INFORMATION Start Marker
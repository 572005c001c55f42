"""The keep-out search leans to the safe side: it is never inside a brute-force grid answer.

The contract defines the keep-out distance as the radius of the smallest sphere about the
first source that holds every point at or above the limit.  A dense grid of points gives a
lower bound of that radius (it can only miss exceedances); the search must never report less.
These checks compare against the scenario's own field, so they test the search, not the models.
"""

from __future__ import annotations

import numpy as np
import pytest

from keepclear.fields import limits as limits_mod
from keepclear.fields.field import evaluate
from keepclear.fields.keepout import keepout_distances
from keepclear.fields.scenario import load_scenario


def grid_radius(scenario, limit_id, planes_z, half_width_m, n=241, scale=1.0):
    """Largest distance from the centre of any grid point whose quotient (times scale) >= 1."""
    value = limits_mod.get_limit(limit_id).at(scenario.frequency_hz)
    c = scenario.centre_m
    best = 0.0
    axis = np.linspace(-half_width_m, half_width_m, n)
    for z in planes_z:
        x, y = np.meshgrid(c[0] + axis, c[1] + axis)
        pts = np.column_stack([x.ravel(), y.ravel(), np.full(x.size, z)])
        res = evaluate(scenario, pts)
        q = limits_mod.quotient(value, res.power_density_w_m2, res.e_v_m, res.h_a_m) * scale
        if (q >= 1).any():
            best = max(best, float(np.linalg.norm(pts[q >= 1] - c, axis=1).max()))
    return best


def test_outermost_crossing_not_the_first(write_scenario):
    # A weak source at the centre and a strong one 3 m away on +x: along +x the density
    # falls below the limit, rises again near the second source and falls once more.  The
    # keep-out must reach past the second source: 3 m + sqrt(P/(4 pi S)) (OET 65 eq. (3)
    # about the second source) is a lower bound.
    path = write_scenario(
        """
        [[source]]
        antenna = "isotropic"
        power_w = 10.0
        position_m = [0.0, 0.0, 1.0]
        [[source]]
        antenna = "isotropic"
        power_w = 1000.0
        position_m = [3.0, 0.0, 1.0]
        """
    )
    scenario = load_scenario(path)
    result = keepout_distances(scenario)[0]
    lower = 3.0 + np.sqrt(1000.0 / (4 * np.pi * 10.0))
    assert result.distance_m >= lower
    assert result.direction[0] > 0.9
    # and not absurdly beyond it: the two sources' combined field adds a little only
    assert result.distance_m < lower * 1.1


@pytest.mark.parametrize("material", ["metal", "concrete"])
def test_grazing_exceedance_along_a_floor_is_found(write_scenario, material):
    # A vertical half-wave dipole 0.5 m over a floor: in envelope mode the reflection adds most at
    # grazing incidence, so the exceedance reaches farthest along the floor itself, in a thin
    # layer between the rays of any direction lattice.
    path = write_scenario(
        f"""
        [[source]]
        antenna = "dipole"
        power_w = 300.0
        position_m = [0.0, 0.0, 0.5]
        axis = [0.0, 0.0, 1.0]
        [[reflector]]
        point_m = [0.0, 0.0, 0.0]
        normal = [0.0, 0.0, 1.0]
        material = "{material}"
        """
    )
    scenario = load_scenario(path)
    result = keepout_distances(scenario)[0]
    brute = grid_radius(
        scenario, result.limit_id, [0.0005, 0.01, 0.1, 0.5, 1.0], 1.3 * result.distance_m
    )
    assert brute > 0
    assert result.distance_m >= brute
    # The grid step bounds how much farther the true answer can be than the grid's.
    assert result.distance_m <= brute + 2 * 1.3 * result.distance_m / 240 + 0.02 * brute


def test_uncertainty_margin_never_shrinks_the_answer(write_scenario):
    path = write_scenario(
        """
        [[source]]
        antenna = "open-waveguide"
        waveguide = "WR-340"
        power_w = 100.0
        position_m = [0.0, 0.0, 1.0]
        boresight = [1.0, 0.0, 0.0]
        polarization = [0.0, 0.0, 1.0]
        """
    )
    scenario = load_scenario(path)
    for result in keepout_distances(scenario):
        assert result.uncertainty_db > 0
        assert result.distance_with_uncertainty_m > result.distance_m
        assert result.recommended_distance_m == result.distance_with_uncertainty_m
        # in free space beyond the far field the exceedance scales as sqrt(margin) (OET 65
        # eq. (3)); closer in it need not, so only the direction of the change is asserted
        assert result.direction[0] > 0.9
INFORMATION End Marker
— INSTRUCTIONS FOR THE TASK —
Reproduce only what lies between the start of the listing above and the end of the line containing "from keepclear.fields import", keeping every line exact.

— WRITTEN RESPONSE —
repository 572005c001c55f42
"""The keep-out search leans to the safe side: it is never inside a brute-force grid answer.

The contract defines the keep-out distance as the radius of the smallest sphere about the
first source that holds every point at or above the limit.  A dense grid of points gives a
lower bound of that radius (it can only miss exceedances); the search must never report less.
These checks compare against the scenario's own field, so they test the search, not the models.
"""

from __future__ import annotations

import numpy as np
import pytest

from keepclear.fields import limits as limits_mod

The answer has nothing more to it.